State of Rajasthan questions legality of the judgment rendered by a learned Single Judge of the Rajasthan High Court at Jodhpur holding that the trial against the respondent for alleged commission of offences punishable under Sections 279, 337, 338 and 304(A) of the Indian Penal Code, 1860 (in short the ’IPC’), could not be continued indefinitely. The learned Additional Chief Judicial Magistrate, Gulabpura, Bhilwara, Rajasthan directed acquittal of the respondent who was facing trial for alleged commission of aforesaid offences. The alleged incident took place on 28th March, 1995. The trial court closed the evidence in the light of the decision of this Court in Raj Deo Sharma vs. State of Bihar (1998 (7) SCC 507).
The High Court as noted above, observed that the trial cannot proceed indefinitely and the trial had not come to an end for a period of six years, and, therefore, learned Additional Chief Judicial Magistrate was justified in closing the evidence and directing acquittal.

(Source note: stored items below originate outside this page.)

/** Places tables one after another; with `aligned`, each starts at a multiple of its element size (2 or 4 bytes), zero padding between. */
export function placeTables<T extends TablePlan>(
  tables: readonly T[],
  aligned: boolean,
): { placements: (TablePlacement & { table: T })[]; bytes: number; padding: number } {
  let at = 0;
  let padding = 0;
  const placements = tables.map((table) => {
    const pad = aligned ? (table.type.bytes - (at % table.type.bytes)) % table.type.bytes : 0;
    padding += pad;
    at += pad;
    const placement = { table, offset: at, padding: pad };
    at += table.bytes;
    return placement;
  });
  return { placements, bytes: at, padding };
}
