; storm_v_lo: uint8 [5][128], 640 bytes
storm_v_lo:
; frames 0, 4, 8: 0 deg
        .byte   $00, $00, $00, $00, $00, $00, $00, $00, $00, $00, $00, $00, $00, $00, $00, $00
        .byte   $00, $00, $00, $00, $00, $00, $00, $00, $00, $00, $00, $00, $00, $00, $00, $00
        .byte   $00, $00, $00, $00, $00, $00, $00, $00, $00, $00, $00, $00, $00, $00, $00, $00
        .byte   $00, $00, $00, $00, $00, $00, $00, $00, $00, $00, $00, $00, $00, $00, $00, $00
        .byte   $00, $00, $00, $00, $00, $00, $00, $00, $00, $00, $00, $00, $00, $00, $00, $00
        .byte   $00, $00, $00, $00, $00, $00, $00, $00, $00, $00, $00, $00, $00, $00, $00, $00
        .byte   $00, $00, $00, $00, $00, $00, $00, $00, $00, $00, $00, $00, $00, $00, $00, $00
        .byte   $00, $00, $00, $00, $00, $00, $00, $00, $00, $00, $00, $00, $00, $00, $00, $00
; frames 1, 3: 6 deg
        .byte   $0D, $0D, $0D, $0D, $0D, $0D, $0D, $0D, $0D, $0D, $0D, $0D, $0D, $0D, $0D, $0D
        .byte   $0B, $0B, $0B, $0B, $0B, $0B, $0B, $0B, $0B, $0B, $0B, $0B, $0B, $0B, $0B, $0B
        .byte   $09, $09, $09, $09, $09, $09, $09, $09, $09, $09, $09, $09, $09, $09, $09, $09
        .byte   $08, $08, $08, $08, $08, $08, $08, $08, $08, $08, $08, $08, $08, $08, $08, $08
        .byte   $06, $06, $06, $06, $06, $06, $06, $06, $06, $06, $06, $06, $06, $06, $06, $06
        .byte   $04, $04, $04, $04, $04, $04, $04, $04, $04, $04, $04, $04, $04, $04, $04, $04
        .byte   $03, $03, $03, $03, $03, $03, $03, $03, $03, $03, $03, $03, $03, $03, $03, $03
        .byte   $01, $01, $01, $01, $01, $01, $01, $01, $01, $01, $01, $01, $01, $01, $01, $01
; frame 2: 12 deg
        .byte   $19, $19, $19, $19, $19, $19, $19, $19, $19, $19, $19, $19, $19, $19, $19, $19
        .byte   $16, $16, $16, $16, $16, $16, $16, $16, $16, $16, $16, $16, $16, $16, $16, $16
        .byte   $12, $12, $12, $12, $12, $12, $12, $12, $12, $12, $12, $12, $12, $12, $12, $12
        .byte   $0F, $0F, $0F, $0F, $0F, $0F, $0F, $0F, $0F, $0F, $0F, $0F, $0F, $0F, $0F, $0F
        .byte   $0C, $0C, $0C, $0C, $0C, $0C, $0C, $0C, $0C, $0C, $0C, $0C, $0C, $0C, $0C, $0C
        .byte   $08, $08, $08, $08, $08, $08, $08, $08, $08, $08, $08, $08, $08, $08, $08, $08
        .byte   $05, $05, $05, $05, $05, $05, $05, $05, $05, $05, $05, $05, $05, $05, $05, $05
        .byte   $02, $02, $02, $02, $02, $02, $02, $02, $02, $02, $02, $02, $02, $02, $02, $02
; frames 5, 7: -6 deg
        .byte   $F3, $F3, $F3, $F3, $F3, $F3, $F3, $F3, $F3, $F3, $F3, $F3, $F3, $F3, $F3, $F3
        .byte   $F5, $F5, $F5, $F5, $F5, $F5, $F5, $F5, $F5, $F5, $F5, $F5, $F5, $F5, $F5, $F5
        .byte   $F7, $F7, $F7, $F7, $F7, $F7, $F7, $F7, $F7, $F7, $F7, $F7, $F7, $F7, $F7, $F7
        .byte   $F8, $F8, $F8, $F8, $F8, $F8, $F8, $F8, $F8, $F8, $F8, $F8, $F8, $F8, $F8, $F8
        .byte   $FA, $FA, $FA, $FA, $FA, $FA, $FA, $FA, $FA, $FA, $FA, $FA, $FA, $FA, $FA, $FA
        .byte   $FC, $FC, $FC, $FC, $FC, $FC, $FC, $FC, $FC, $FC, $FC, $FC, $FC, $FC, $FC, $FC
        .byte   $FD, $FD, $FD, $FD, $FD, $FD, $FD, $FD, $FD, $FD, $FD, $FD, $FD, $FD, $FD, $FD
        .byte   $FF, $FF, $FF, $FF, $FF, $FF, $FF, $FF, $FF, $FF, $FF, $FF, $FF, $FF, $FF, $FF
; frame 6: -12 deg
        .byte   $E7, $E7, $E7, $E7, $E7, $E7, $E7, $E7, $E7, $E7, $E7, $E7, $E7, $E7, $E7, $E7
        .byte   $EA, $EA, $EA, $EA, $EA, $EA, $EA, $EA, $EA, $EA, $EA, $EA, $EA, $EA, $EA, $EA
        .byte   $EE, $EE, $EE, $EE, $EE, $EE, $EE, $EE, $EE, $EE, $EE, $EE, $EE, $EE, $EE, $EE
        .byte   $F1, $F1, $F1, $F1, $F1, $F1, $F1, $F1, $F1, $F1, $F1, $F1, $F1, $F1, $F1, $F1
        .byte   $F4, $F4, $F4, $F4, $F4, $F4, $F4, $F4, $F4, $F4, $F4, $F4, $F4, $F4, $F4, $F4
        .byte   $F8, $F8, $F8, $F8, $F8, $F8, $F8, $F8, $F8, $F8, $F8, $F8, $F8, $F8, $F8, $F8
        .byte   $FB, $FB, $FB, $FB, $FB, $FB, $FB, $FB, $FB, $FB, $FB, $FB, $FB, $FB, $FB, $FB
        .byte   $FE, $FE, $FE, $FE, $FE, $FE, $FE, $FE, $FE, $FE, $FE, $FE, $FE, $FE, $FE, $FE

The correctness of the decisions in two Raj Deo Sharma’s cases i.e. Raj Deo Sharma vs. State of Bihar (1998 (7) SCC 507) and (1999 (7) SCC 604) and that of "Common Cause" a Registered Society vs. Union of India and Ors. (1996 (6) SCC 775) and (1996 (4) SCC 33) was considered by seven-judge Bench in P. Ramachandra Rao vs. State of Karnataka (2002(4) SCC 578). In the said case after considering the various decisions it was held as follows :
"For all the foregoing reasons, we are of the opinion that in Common Cause case (I) - (1996 (4) SCC 33 : 1996 SC (Cri) 589) [as modified in Common Cause (II) \026 (1996 (6) SCC 775 : 1997 SCC (Cri) 42) and Raj Deo Sharma (I)- (1998 (7) SCC 507 : 1998 SCC (Cri) 1692 and (II)- (1999 (7) SCC 604 : 1999 SCC (Cri) 1324) the Court could not have prescribed periods of limitation beyond which the trial of a criminal case or a criminal proceeding cannot continue and must mandatorily be closed followed by an order acquitting or discharging the accused. In conclusion we hold:
(1) The dictum in A.R. Antulay case (1992
(1) SCC 225 : 1992 SCC (Cri) 93) is correct and still holds the field.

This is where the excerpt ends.